# What do you sell Body Butters for?



## hmlove1218 (Jun 4, 2014)

I'm just curious what everyone sells their body butters for.  I calculated mine up and for a 4 oz containter (about 3 oz weight), my minimum sale price is 13.50 including tax.  Am I just suffering from sticker shock or is that too much?

TIA!


----------



## cmzaha (Jun 4, 2014)

My thick butter type lotion that is $8.00 for 4 oz and my solid lotion sells for $8.00-$15 for 2 oz jars.


----------



## Aline (Jun 4, 2014)

I sell my 4 oz body butters for $10 on Etsy (but they sell for $12.75 in my local store). It is really a thick lotion and I use a gold pump which looks lovely but does add to the cost.


----------



## Obsidian (Jun 4, 2014)

I don't think $13.50 is too much for a good body butter, especially if its a true butter and not just a thick lotion.


----------



## hmlove1218 (Jun 5, 2014)

It's an actual body butter, no liquids involved.  Just shea, mango, cocoa, and sweet almond.  Plus vit E and phenonip for safety reasons.

Obsidian:
So you don't think $13.50 is too much even for that small amount?


----------



## hmlove1218 (Jun 5, 2014)

Oh my... Don't I feel smart now.  I didn't realize it but when I was calculating, I'd forgotten to switch over the ounces from 6 to 3.. $7.50 seems to be a much more approachable price to me.


----------



## Obsidian (Jun 5, 2014)

Thats quite a difference, lol. have you compared prices on etsy at all?


----------



## hmlove1218 (Jun 5, 2014)

I have which is why I was wondering.  Most of the small jars like what I have were selling for around $6.  I should have known then that I had miscalculated somewhere


----------



## gunsmithgirl (Jun 5, 2014)

I sell mine for - 2 ounces $5 or 3/ $13. I make an emulsified goat milk body butter though, not just oils and butters so I am sure the cost is diffrent.


----------



## jenneelk (Jun 5, 2014)

I sell mine for $7.95 for a 4 oz container and it's butters and oils, no wax or water. I buy in large bulk so this price works for me.


----------



## 100%Natural (Jun 6, 2014)

If you are intending on wholesaling at any point, you're going to want to price it at a minimum of 2.5 times cost.  This enables you to wholesale effectively and make yourself some money based on volume.  Price it too low and you close that door on yourself!


----------



## shunt2011 (Jun 6, 2014)

My 4 oz (2.5) body butter (shea, argan, meadowfoam etc).  sells for 10.00 or 2 for 18.00.


----------



## The Efficacious Gentleman (Jun 6, 2014)

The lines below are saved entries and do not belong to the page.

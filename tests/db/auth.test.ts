import { afterAll, beforeAll, beforeEach, describe, expect, it, vi } from "vitest";
import { Browser } from "@/tests/support/browser";
import { openTestDatabase, type TestDatabase } from "@/tests/support/database";
import { openMailbox, type TestMailbox } from "@/tests/support/mail";

const password = "nine tanks in a row";
const cookie = "firstlow_session";

let database: TestDatabase;
let mailbox: TestMailbox;
let auth: typeof import("@/lib/server/auth/actions");
let settle: typeof import("@/lib/server/access/settle").settleSession;

beforeAll(async () => {
  mailbox = await openMailbox();
  database = await openTestDatabase();
  auth = await import("@/lib/server/auth/actions");
  settle = (await import("@/lib/server/access/settle")).settleSession;
});

afterAll(async () => {
  await database.close();
  await mailbox.close();
});

beforeEach(() => database.query("delete from throttles"));

let people = 0;

/** Signs somebody new up and gives their browser and address. */
async function newcomer(): Promise<{ browser: Browser; email: string }> {
  people += 1;
  const email = `person${people}@auth.test`;
  const browser = new Browser();
  const answer = await browser.submit(auth.signUp, { team: `Team ${people}`, name: `Person ${people}`, email, password });
  expect(answer.to).toBe("/cases");
  return { browser, email };
}

const viewerOf = (browser: Browser) => settle(browser.headers().get("cookie") ?? "");

describe("sign-up", () => {
  it("founds a team with the person as lead, signed in", async () => {
    const browser = new Browser();
    await browser.submit(auth.signUp, { team: " Hatchery ", name: "Ada Pike", email: " Ada@Auth.test ", password });
    expect(await viewerOf(browser)).toMatchObject({
      kind: "member",
      role: "lead",
      team: { name: "Hatchery" },
      user: { name: "Ada Pike", email: "ada@auth.test" },
    });
    const trail = await database.query("select event from audits where actor_name = 'Ada Pike'");
    expect(trail).toEqual([{ event: "team.founded" }]);
  });

  it("refuses the same address in other letters, and gives back what was typed but not the password", async () => {
    const { email } = await newcomer();
    const { state, to } = await new Browser().submit(auth.signUp, {
      team: "Second",
      name: "Second",
      email: email.toUpperCase(),
      password,
    });
    expect(to).toBeNull();
    expect(state).toMatchObject({ status: "refused", code: "email-taken", fields: { email: expect.any(String) } });
    expect(state.values).toEqual({ team: "Second", name: "Second", email: email.toUpperCase() });
    expect(await database.query("select 1 from teams where name = 'Second'")).toEqual([]);
  });

  it("lets one of several at once have the address", async () => {
    const fields = { team: "Race", name: "Race", email: "race@auth.test", password };
    const answers = await Promise.all(Array.from({ length: 5 }, () => new Browser().submit(auth.signUp, fields)));
    expect(answers.filter(({ to }) => to === "/cases")).toHaveLength(1);
    expect(answers.filter(({ state }) => state.code === "email-taken")).toHaveLength(4);
    expect(await database.query("select count(*)::int as n from teams where name = 'Race'")).toEqual([{ n: 1 }]);
  });

  it("names every wrong field", async () => {
    const { state } = await new Browser().submit(auth.signUp, { team: " ", name: "", email: "no", password: "short" });
    expect(state.code).toBe("input-invalid");
    expect(Object.keys(state.fields).sort()).toEqual(["email", "name", "password", "team"]);
  });

  it("keeps argon2id hashes of the stated cost and only hashes of session ids", async () => {
    const { browser, email } = await newcomer();
    const [user] = await database.query<{ password_hash: string }>("select password_hash from users where email = $1", [email]);
    expect(user.password_hash).toMatch(/^\$argon2id\$v=19\$m=19456,t=2,p=1\$/);
    const secret = browser.jar.get(cookie);
    expect(secret).toMatch(/^[a-z2-7]{40}$/);
    expect(await database.query("select 1 from sessions where id = $1", [secret])).toEqual([]);
    expect(
      await database.query("select 1 from sessions where id = encode(sha256(convert_to($1, 'UTF8')), 'hex')", [secret]),
    ).toHaveLength(1);
  });
});

describe("sign-in and sign-out", () => {
  it("signs in with the address in any letters and goes where the person was going", async () => {
    const { email } = await newcomer();
    const browser = new Browser();
    const answer = await browser.submit(auth.signIn, { email: email.toUpperCase(), password, next: "/cases/7?row=12" });
    expect(answer.to).toBe("/cases/7?row=12");
    expect(await viewerOf(browser)).toMatchObject({ kind: "member", user: { email } });
  });

  it.each(["//evil.test", "/\\evil.test", "https://evil.test", "javascript:alert(1)", "cases"])(
    "never goes to %s",
    async (next) => {
      const { email } = await newcomer();
      expect((await new Browser().submit(auth.signIn, { email, password, next })).to).toBe("/cases");
    },
  );

  it("says the same for a wrong password and an unknown address", async () => {
    const { email } = await newcomer();
    const wrong = await new Browser().submit(auth.signIn, { email, password: "ten tanks in a row" });
    const unknown = await new Browser().submit(auth.signIn, { email: "nobody@auth.test", password });
    expect(wrong.state.code).toBe("wrong-credentials");
    expect({ ...wrong.state, values: {} }).toEqual({ ...unknown.state, values: {} });
  });

  it("does the password work for an unknown address too", async () => {
    const { checkPassword, hashPassword } = await import("@/lib/server/auth/password");
    const stored = await hashPassword(password);
    expect(await checkPassword(stored, password)).toBe(true);
    expect(await checkPassword(stored, "other")).toBe(false);
    expect(await checkPassword(null, password)).toBe(false);
    // The same password composed and decomposed is the same password.
    expect(await checkPassword(await hashPassword("caf\u00e9 am Hafen"), "cafe\u0301 am Hafen")).toBe(true);
  });

  it("ends the session on the server, not only in the browser", async () => {
    const { browser } = await newcomer();
    const stolen = new Map(browser.jar);
    expect((await browser.submit(auth.signOut, {})).to).toBe("/");
    expect(browser.jar.has(cookie)).toBe(false);
    const thief = new Browser();
    for (const [name, value] of stolen) thief.jar.set(name, value);
    expect((await viewerOf(thief)).kind).toBe("guest");
  });

  it("ends the session that the browser had before a new sign-in", async () => {
    const { browser, email } = await newcomer();
    await browser.submit(auth.signIn, { email, password });
    const rows = await database.query("select 1 from sessions s join users u on u.id = s.user_id where u.email = $1", [email]);
    expect(rows).toHaveLength(1);
  });

  it("takes a cookie off the browser whose session has ended", async () => {
    const { browser } = await newcomer();
    await database.query("delete from sessions");
    const { state } = await browser.submit(auth.rename, { name: "New" });
    expect(state.code).toBe("signed-out");
    expect(browser.jar.has(cookie)).toBe(false);
  });
});

describe("the length of a session", () => {
  const daysLeft = async (email: string): Promise<number> => {
    const [row] = await database.query<{ days: number }>(
      "select extract(epoch from s.expires_at - now())::float / 86400 as days from sessions s join users u on u.id = s.user_id where u.email = $1",
      [email],
    );
    return row?.days;
  };
  const setDays = (email: string, days: number) =>
    database.query(
      "update sessions set expires_at = now() + make_interval(days => $2) where user_id = (select id from users where email = $1)",
      [email, days],
    );

  it("slides when used in its second half, and only then", async () => {
    const { browser, email } = await newcomer();
    expect(await daysLeft(email)).toBeCloseTo(30, 1);
    await setDays(email, 16);
    await viewerOf(browser);
    expect(await daysLeft(email)).toBeCloseTo(16, 1);
    await setDays(email, 14);
    expect((await viewerOf(browser)).kind).toBe("member");
    expect(await daysLeft(email)).toBeCloseTo(30, 1);
  });

  it("leaves no row behind for ever", async () => {
    const { email } = await newcomer();
    await setDays(email, -1);
    await newcomer();
    expect(await daysLeft(email)).toBeUndefined();
  });

  it("ends for good", async () => {
    const { browser, email } = await newcomer();
    await setDays(email, -1);
    expect((await viewerOf(browser)).kind).toBe("guest");
    expect(await daysLeft(email)).toBeUndefined();
  });
});

describe("the account's own changes", () => {
  it("lists browsers and signs out one, or all others, of the same person only", async () => {
    const { browser, email } = await newcomer();
    const { browser: stranger } = await newcomer();
    const second = new Browser();
    const third = new Browser();
    for (const other of [second, third]) await other.submit(auth.signIn, { email, password });
    const { listDevices } = await import("@/lib/server/auth/devices");
    const { fork } = await import("@/lib/server/database");
    const viewer = await viewerOf(browser);
    if (viewer.kind !== "member") throw new Error("not signed in");
    const devices = await listDevices(await fork(), viewer);
    expect(devices.filter(({ current }) => current)).toHaveLength(1);
    expect(devices).toHaveLength(3);

    const own = devices.find(({ current }) => current);
    expect((await browser.submit(auth.endDevice, { id: own?.id ?? "" })).state.code).toBe("not-found");
    expect((await stranger.submit(auth.endDevice, { id: devices[0].id })).state.code).toBe("not-found");
    const victim = devices.find(({ current }) => !current);
    expect((await browser.submit(auth.endDevice, { id: victim?.id ?? "" })).state.status).toBe("done");
    const kinds = async () => (await Promise.all([browser, second, third, stranger].map(viewerOf))).map(({ kind }) => kind);
    expect((await kinds()).filter((kind) => kind === "guest")).toHaveLength(1);
    expect((await browser.submit(auth.endOtherDevices, {})).state.message).toBe("1 other browser was signed out.");
    expect(await kinds()).toEqual(["member", "guest", "guest", "member"]);
  });

  it("changes the password only with the present one, and signs out the others", async () => {
    const { browser, email } = await newcomer();
    const other = new Browser();
    await other.submit(auth.signIn, { email, password });
    const wrong = await browser.submit(auth.changePassword, { currentPassword: "guess", newPassword: "eleven tanks in a row" });
    expect(wrong.state).toMatchObject({ code: "wrong-password", fields: { currentPassword: expect.any(String) }, values: {} });
    expect((await viewerOf(other)).kind).toBe("member");
    await browser.submit(auth.changePassword, { currentPassword: password, newPassword: "eleven tanks in a row" });
    expect((await viewerOf(browser)).kind).toBe("member");
    expect((await viewerOf(other)).kind).toBe("guest");
    expect((await other.submit(auth.signIn, { email, password })).state.code).toBe("wrong-credentials");
    expect((await other.submit(auth.signIn, { email, password: "eleven tanks in a row" })).to).toBe("/cases");
  });

  it("renames the person", async () => {
    const { browser } = await newcomer();
    await browser.submit(auth.rename, { name: "  Bea Tench " });
    expect(await viewerOf(browser)).toMatchObject({ user: { name: "Bea Tench" } });
  });
});
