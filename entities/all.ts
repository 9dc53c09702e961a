import { Audit } from "./audit";
import { Invitation } from "./invitation";
import { Member } from "./member";
import { Reset } from "./reset";
import { Session } from "./session";
import { Team } from "./team";
import { Throttle } from "./throttle";
import { User } from "./user";

/** Every table of the product. A new entity is added here, then `npm run db:new` writes its migration. */
export const entities = [Team, User, Member, Session, Invitation, Reset, Throttle, Audit];
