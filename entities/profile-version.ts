import { defineEntity, type InferEntity, p } from "@mikro-orm/core";
import type { LimitChanges } from "@/lib/case/case";
import { Profile } from "./profile";

/** A limits profile as it was at one version, for the cases that were judged by it. Written once, never changed. */
export const ProfileVersion = defineEntity({
  name: "ProfileVersion",
  tableName: "profile_versions",
  uniques: [{ properties: ["profile", "version"] }],
  properties: {
    id: p
      .uuid()
      .primary()
      .onCreate(() => crypto.randomUUID()),
    profile: () => p.manyToOne(Profile).ref().deleteRule("cascade"),
    version: p.integer(),
    name: p.string().length(120),
    base: p.string().length(120),
    changes: p.json<LimitChanges>(),
    createdAt: p.datetime().onCreate(() => new Date()),
  },
});
export type ProfileVersion = InferEntity<typeof ProfileVersion>;
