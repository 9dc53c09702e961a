import { defineEntity, type InferEntity, p } from "@mikro-orm/core";
import { eventKinds } from "@/lib/case/wire";
import { Case } from "./case";
import { User } from "./user";

/** One change of a case, with what stood there before and after. Rows are added and never changed. */
export const Event = defineEntity({
  name: "Event",
  tableName: "events",
  indexes: [{ properties: ["case", "at"] }],
  properties: {
    id: p
      .uuid()
      .primary()
      .onCreate(() => crypto.randomUUID()),
    case: () => p.manyToOne(Case).ref().deleteRule("cascade"),
    actor: () => p.manyToOne(User).ref().nullable().deleteRule("set null"),
    kind: p.enum([...eventKinds]),
    words: p.string().length(400),
    before: p.json<Record<string, unknown>>().nullable(),
    after: p.json<Record<string, unknown>>().nullable(),
    /** For `case.edited`: the case's version after the edit; an edit made on an older one looks here for what changed since. */
    caseVersion: p.integer().nullable(),
    at: p.datetime().onCreate(() => new Date()),
  },
});
export type Event = InferEntity<typeof Event>;
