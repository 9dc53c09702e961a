import { Audit } from "./audit";
import { Capture } from "./capture";
import { Case } from "./case";
import { Counter } from "./counter";
import { Event } from "./event";
import { FaultTag } from "./fault-tag";
import { Invitation } from "./invitation";
import { Member } from "./member";
import { Note } from "./note";
import { Profile } from "./profile";
import { ProfileVersion } from "./profile-version";
import { Reset } from "./reset";
import { Roster } from "./roster";
import { Session } from "./session";
import { Share } from "./share";
import { Tag } from "./tag";
import { Team } from "./team";
import { Throttle } from "./throttle";
import { Upload } from "./upload";
import { User } from "./user";

/** Every table of the product. A new entity is added here, then `npm run db:new` writes its migration. */
export const entities = [
  Team,
  User,
  Member,
  Session,
  Invitation,
  Reset,
  Throttle,
  Audit,
  Counter,
  Case,
  Capture,
  Upload,
  Note,
  FaultTag,
  Tag,
  Share,
  Roster,
  Profile,
  ProfileVersion,
  Event,
];
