import type { Metadata } from "next";
import Link from "next/link";
import { notFound } from "next/navigation";
import { Masthead } from "@/components/account/Masthead";
import { ProfileEditor } from "@/components/profiles/ProfileEditor";
import { pageMember } from "@/lib/server/access/page";
import { may, nameplate } from "@/lib/server/access/viewer";
import { fork } from "@/lib/server/database";
import { orNotFound } from "@/lib/server/http/page";
import { findProfile, profileView } from "@/lib/server/profiles/read";

export const metadata: Metadata = { title: "Limits profile" };

const UUID = /^[0-9a-f]{8}(-[0-9a-f]{4}){3}-[0-9a-f]{12}$/i;

export default async function ProfilePage({ params }: { params: Promise<{ id: string }> }) {
  const { id } = await params;
  if (!UUID.test(id)) notFound();
  const viewer = await pageMember(`/profiles/${id}`, "case.read");
  const profile = profileView(await orNotFound(findProfile(await fork(), viewer, id)));
  return (
    <>
      <Masthead person={nameplate(viewer)} context={`limits profile ${profile.name}`} />
      <main className="mx-auto max-w-[90rem] px-4 py-8 sm:px-10">
        <p className="mb-3 font-sans text-label">
          <Link href="/profiles">All limits profiles</Link>
        </p>
        <ProfileEditor initial={profile} mayEdit={may(viewer, "profile.edit")} />
      </main>
    </>
  );
}
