import { gzipSync } from "node:zlib";
import { ListObjectsV2Command } from "@aws-sdk/client-s3";
import { afterAll, beforeAll, describe, expect, it } from "vitest";
import { UPLOAD_LIMIT, type Upload, UploadAnswerSchema, UploadListSchema } from "@/lib/case/upload";
import { openTestDatabase, type TestDatabase } from "@/tests/support/database";
import { bucket, client } from "@/tests/support/storage";
import { ask, gatherTeam, type TestTeam } from "@/tests/support/team";
import { plan, put, sha256, table, uploader } from "@/tests/support/upload";

// The real route handlers, a real PostgreSQL, and storage that checks every signature.

const MEBI = 1_048_576;
let database: TestDatabase;
let cases: typeof import("@/app/api/cases/route");
let one: typeof import("@/app/api/cases/[number]/route");
let capture: typeof import("@/app/api/captures/[id]/route");
let raw: typeof import("@/app/api/captures/[id]/raw/route");
let team: TestTeam;
let others: TestTeam;
let number: number;

beforeAll(async () => {
  database = await openTestDatabase();
  cases = await import("@/app/api/cases/route");
  one = await import("@/app/api/cases/[number]/route");
  capture = await import("@/app/api/captures/[id]/route");
  raw = await import("@/app/api/captures/[id]/raw/route");
  team = await gatherTeam("Marrow Bay");
  others = await gatherTeam("Lower Sound");
  number = (await ask(team.lead.browser, cases.POST, "POST", { body: { title: "uploads" } })).body.number;
});

afterAll(() => database.close());

async function captureCount(): Promise<number> {
  return (await ask(team.lead.browser, one.GET, "GET", { params: { number } })).body.captures.length;
}

async function stored(prefix: string): Promise<string[]> {
  const { Contents } = await client.send(new ListObjectsV2Command({ Bucket: bucket, Prefix: prefix }));
  return (Contents ?? []).map((object) => object.Key ?? "");
}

Natural makes a good point - base the price on the costs, including time etc.  You might want to flex it a little bit, of course.  

If you work out the "costs x 2" for wholesale and "wholesale x 2" for retail and it is too far away from the price that you are aiming for, then you need to look at reducing your costs somehow.


----------



## PuddinAndPeanuts (Jul 20, 2014)

I'm getting $10 for my 2 ounce container and $15 for a 4 ounce container.  I wholesale for. 1/2 that.  Sells well at those priced.  This is for a true, waterless body butter.


----------



## AKjulz (Jul 21, 2014)

Mine is 3oz (in 4oz jar) for $12 and if memory serves it's a pretty good markup. Never had any complaints on the price


----------